### Given records
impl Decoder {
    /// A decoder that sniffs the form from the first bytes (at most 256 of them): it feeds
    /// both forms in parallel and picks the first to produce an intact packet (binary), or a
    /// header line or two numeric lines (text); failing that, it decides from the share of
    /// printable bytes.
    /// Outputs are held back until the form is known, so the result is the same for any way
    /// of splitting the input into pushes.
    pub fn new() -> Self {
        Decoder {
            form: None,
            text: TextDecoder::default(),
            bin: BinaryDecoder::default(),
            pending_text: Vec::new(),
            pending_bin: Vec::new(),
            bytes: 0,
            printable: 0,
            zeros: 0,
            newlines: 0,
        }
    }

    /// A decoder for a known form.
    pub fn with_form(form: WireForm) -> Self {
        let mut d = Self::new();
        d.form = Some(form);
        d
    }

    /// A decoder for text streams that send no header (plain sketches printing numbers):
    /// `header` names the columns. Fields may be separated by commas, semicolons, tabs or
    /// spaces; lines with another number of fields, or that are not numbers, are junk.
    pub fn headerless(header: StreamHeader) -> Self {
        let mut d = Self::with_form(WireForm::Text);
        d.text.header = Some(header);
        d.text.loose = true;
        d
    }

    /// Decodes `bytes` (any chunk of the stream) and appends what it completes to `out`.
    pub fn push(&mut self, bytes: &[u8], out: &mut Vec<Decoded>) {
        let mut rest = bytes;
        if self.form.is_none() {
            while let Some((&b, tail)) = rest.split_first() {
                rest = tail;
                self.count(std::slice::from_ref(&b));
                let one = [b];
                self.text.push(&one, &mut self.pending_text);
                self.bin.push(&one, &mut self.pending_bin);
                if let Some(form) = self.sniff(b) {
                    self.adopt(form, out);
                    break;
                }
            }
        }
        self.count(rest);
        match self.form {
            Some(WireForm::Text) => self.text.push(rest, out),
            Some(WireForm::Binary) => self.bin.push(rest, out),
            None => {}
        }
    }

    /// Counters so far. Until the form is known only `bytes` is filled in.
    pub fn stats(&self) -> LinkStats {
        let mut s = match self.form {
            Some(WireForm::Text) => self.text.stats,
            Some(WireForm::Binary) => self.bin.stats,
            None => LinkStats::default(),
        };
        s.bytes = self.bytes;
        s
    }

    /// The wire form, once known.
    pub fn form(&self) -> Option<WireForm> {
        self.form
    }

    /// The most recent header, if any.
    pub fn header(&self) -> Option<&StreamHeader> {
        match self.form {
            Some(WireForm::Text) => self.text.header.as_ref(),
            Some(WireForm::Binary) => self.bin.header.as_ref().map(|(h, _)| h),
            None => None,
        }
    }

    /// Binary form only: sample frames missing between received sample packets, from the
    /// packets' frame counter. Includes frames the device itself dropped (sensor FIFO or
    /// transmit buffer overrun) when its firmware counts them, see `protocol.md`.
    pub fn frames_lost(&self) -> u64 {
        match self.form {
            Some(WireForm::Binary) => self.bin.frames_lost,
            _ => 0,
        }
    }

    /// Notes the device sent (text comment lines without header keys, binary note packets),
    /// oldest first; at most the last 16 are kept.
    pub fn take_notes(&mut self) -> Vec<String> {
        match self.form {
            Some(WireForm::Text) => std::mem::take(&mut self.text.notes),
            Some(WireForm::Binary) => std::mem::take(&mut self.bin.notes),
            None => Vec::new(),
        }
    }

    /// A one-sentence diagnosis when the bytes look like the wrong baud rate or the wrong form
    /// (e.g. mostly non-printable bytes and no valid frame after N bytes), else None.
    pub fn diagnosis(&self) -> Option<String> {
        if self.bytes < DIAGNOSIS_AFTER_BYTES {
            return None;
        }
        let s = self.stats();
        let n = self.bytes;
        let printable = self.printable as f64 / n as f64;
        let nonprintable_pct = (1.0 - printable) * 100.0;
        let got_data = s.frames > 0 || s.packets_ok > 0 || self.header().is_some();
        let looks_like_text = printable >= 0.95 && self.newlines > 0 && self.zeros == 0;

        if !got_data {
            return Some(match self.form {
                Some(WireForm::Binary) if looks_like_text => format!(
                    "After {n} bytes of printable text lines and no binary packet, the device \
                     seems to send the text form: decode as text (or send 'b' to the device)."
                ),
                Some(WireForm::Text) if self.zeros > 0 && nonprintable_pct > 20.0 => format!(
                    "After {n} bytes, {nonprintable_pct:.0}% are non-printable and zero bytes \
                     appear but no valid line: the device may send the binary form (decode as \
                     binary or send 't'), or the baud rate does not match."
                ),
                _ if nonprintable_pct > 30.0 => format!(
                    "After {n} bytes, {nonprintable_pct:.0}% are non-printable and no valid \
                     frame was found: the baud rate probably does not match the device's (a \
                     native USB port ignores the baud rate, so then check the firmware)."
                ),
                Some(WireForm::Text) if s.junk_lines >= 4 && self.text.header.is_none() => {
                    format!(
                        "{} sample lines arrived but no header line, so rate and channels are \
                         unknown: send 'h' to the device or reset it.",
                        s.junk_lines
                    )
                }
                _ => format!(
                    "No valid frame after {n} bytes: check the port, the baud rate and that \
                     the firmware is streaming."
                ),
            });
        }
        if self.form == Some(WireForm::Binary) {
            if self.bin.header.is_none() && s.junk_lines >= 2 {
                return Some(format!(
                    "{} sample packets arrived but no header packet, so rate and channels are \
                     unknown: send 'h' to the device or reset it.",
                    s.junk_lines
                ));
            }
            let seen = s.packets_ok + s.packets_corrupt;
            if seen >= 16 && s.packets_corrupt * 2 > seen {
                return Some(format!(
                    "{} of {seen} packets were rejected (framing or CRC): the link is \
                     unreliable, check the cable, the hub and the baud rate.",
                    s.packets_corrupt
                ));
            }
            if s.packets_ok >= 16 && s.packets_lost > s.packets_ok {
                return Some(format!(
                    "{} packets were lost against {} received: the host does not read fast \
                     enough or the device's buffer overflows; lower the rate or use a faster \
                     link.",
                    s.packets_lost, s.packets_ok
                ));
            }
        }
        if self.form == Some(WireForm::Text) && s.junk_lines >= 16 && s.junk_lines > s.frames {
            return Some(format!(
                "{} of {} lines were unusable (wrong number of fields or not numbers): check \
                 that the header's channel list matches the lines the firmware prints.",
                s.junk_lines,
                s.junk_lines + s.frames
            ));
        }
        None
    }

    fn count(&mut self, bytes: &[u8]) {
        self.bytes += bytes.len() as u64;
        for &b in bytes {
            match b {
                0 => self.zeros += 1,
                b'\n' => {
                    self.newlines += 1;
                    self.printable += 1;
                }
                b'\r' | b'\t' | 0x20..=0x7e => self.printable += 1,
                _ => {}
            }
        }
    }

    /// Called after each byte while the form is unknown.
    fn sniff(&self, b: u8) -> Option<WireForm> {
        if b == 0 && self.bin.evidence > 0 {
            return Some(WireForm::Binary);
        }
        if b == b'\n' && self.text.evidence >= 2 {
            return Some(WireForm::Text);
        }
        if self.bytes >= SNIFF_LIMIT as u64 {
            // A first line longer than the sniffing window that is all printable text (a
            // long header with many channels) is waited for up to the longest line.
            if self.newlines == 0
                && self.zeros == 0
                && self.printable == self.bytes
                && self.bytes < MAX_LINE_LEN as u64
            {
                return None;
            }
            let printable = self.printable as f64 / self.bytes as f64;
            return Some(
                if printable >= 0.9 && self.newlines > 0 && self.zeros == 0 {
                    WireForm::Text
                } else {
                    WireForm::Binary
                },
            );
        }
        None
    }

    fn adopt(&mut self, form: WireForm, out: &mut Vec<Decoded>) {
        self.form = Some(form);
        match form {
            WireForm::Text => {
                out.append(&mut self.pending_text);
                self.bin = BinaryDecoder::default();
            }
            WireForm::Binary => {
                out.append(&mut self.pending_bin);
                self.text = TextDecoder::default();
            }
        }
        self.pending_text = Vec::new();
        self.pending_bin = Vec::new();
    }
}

==

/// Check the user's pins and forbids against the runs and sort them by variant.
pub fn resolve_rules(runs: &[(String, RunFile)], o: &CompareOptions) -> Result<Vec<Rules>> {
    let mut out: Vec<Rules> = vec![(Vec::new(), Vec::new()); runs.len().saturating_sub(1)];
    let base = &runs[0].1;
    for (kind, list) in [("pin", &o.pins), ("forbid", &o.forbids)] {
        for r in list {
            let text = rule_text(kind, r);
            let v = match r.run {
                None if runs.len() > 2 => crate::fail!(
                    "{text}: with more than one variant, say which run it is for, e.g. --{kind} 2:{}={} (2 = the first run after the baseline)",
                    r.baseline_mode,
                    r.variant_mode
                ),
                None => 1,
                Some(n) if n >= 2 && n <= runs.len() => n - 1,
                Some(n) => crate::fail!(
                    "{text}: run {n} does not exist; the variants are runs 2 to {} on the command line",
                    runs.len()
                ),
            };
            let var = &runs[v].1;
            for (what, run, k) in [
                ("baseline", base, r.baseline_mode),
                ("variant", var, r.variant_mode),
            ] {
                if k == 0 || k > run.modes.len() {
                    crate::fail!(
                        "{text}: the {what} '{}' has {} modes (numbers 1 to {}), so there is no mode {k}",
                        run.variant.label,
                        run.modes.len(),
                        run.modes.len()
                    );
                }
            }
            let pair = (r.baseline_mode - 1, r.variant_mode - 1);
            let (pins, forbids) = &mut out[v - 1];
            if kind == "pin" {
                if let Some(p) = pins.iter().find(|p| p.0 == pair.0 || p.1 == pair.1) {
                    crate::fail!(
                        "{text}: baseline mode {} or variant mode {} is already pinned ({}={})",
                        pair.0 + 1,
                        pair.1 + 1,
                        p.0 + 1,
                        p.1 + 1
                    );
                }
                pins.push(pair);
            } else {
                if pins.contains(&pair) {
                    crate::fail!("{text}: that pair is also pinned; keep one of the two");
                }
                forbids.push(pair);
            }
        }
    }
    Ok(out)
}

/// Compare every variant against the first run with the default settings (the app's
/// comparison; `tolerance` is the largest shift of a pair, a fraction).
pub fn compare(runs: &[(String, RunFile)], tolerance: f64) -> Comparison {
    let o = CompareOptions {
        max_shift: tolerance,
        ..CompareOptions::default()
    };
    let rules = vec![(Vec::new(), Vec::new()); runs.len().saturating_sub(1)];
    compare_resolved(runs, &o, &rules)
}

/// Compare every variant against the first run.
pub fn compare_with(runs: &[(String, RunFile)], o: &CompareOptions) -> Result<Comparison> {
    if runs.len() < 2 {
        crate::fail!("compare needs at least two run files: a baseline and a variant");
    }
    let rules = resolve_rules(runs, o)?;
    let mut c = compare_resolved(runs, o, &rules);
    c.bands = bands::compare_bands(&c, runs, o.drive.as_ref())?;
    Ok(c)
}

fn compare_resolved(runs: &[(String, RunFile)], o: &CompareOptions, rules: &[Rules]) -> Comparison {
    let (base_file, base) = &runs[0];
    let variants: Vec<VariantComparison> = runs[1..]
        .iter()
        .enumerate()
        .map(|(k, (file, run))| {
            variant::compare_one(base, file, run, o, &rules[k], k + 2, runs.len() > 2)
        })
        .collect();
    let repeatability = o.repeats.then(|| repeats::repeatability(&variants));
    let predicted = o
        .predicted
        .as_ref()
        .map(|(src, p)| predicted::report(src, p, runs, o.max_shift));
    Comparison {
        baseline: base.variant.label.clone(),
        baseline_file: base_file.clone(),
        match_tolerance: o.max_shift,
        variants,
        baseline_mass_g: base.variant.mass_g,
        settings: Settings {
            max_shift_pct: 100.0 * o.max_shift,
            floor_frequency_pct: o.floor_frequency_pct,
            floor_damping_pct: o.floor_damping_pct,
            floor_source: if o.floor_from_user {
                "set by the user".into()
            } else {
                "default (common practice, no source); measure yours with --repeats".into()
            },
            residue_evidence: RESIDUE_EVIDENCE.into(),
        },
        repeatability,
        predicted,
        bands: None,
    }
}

### Exercise objective
Looking at the material above, state the number of lines that contain the word "settings". Give nothing but that number.

### Result for this exercise
2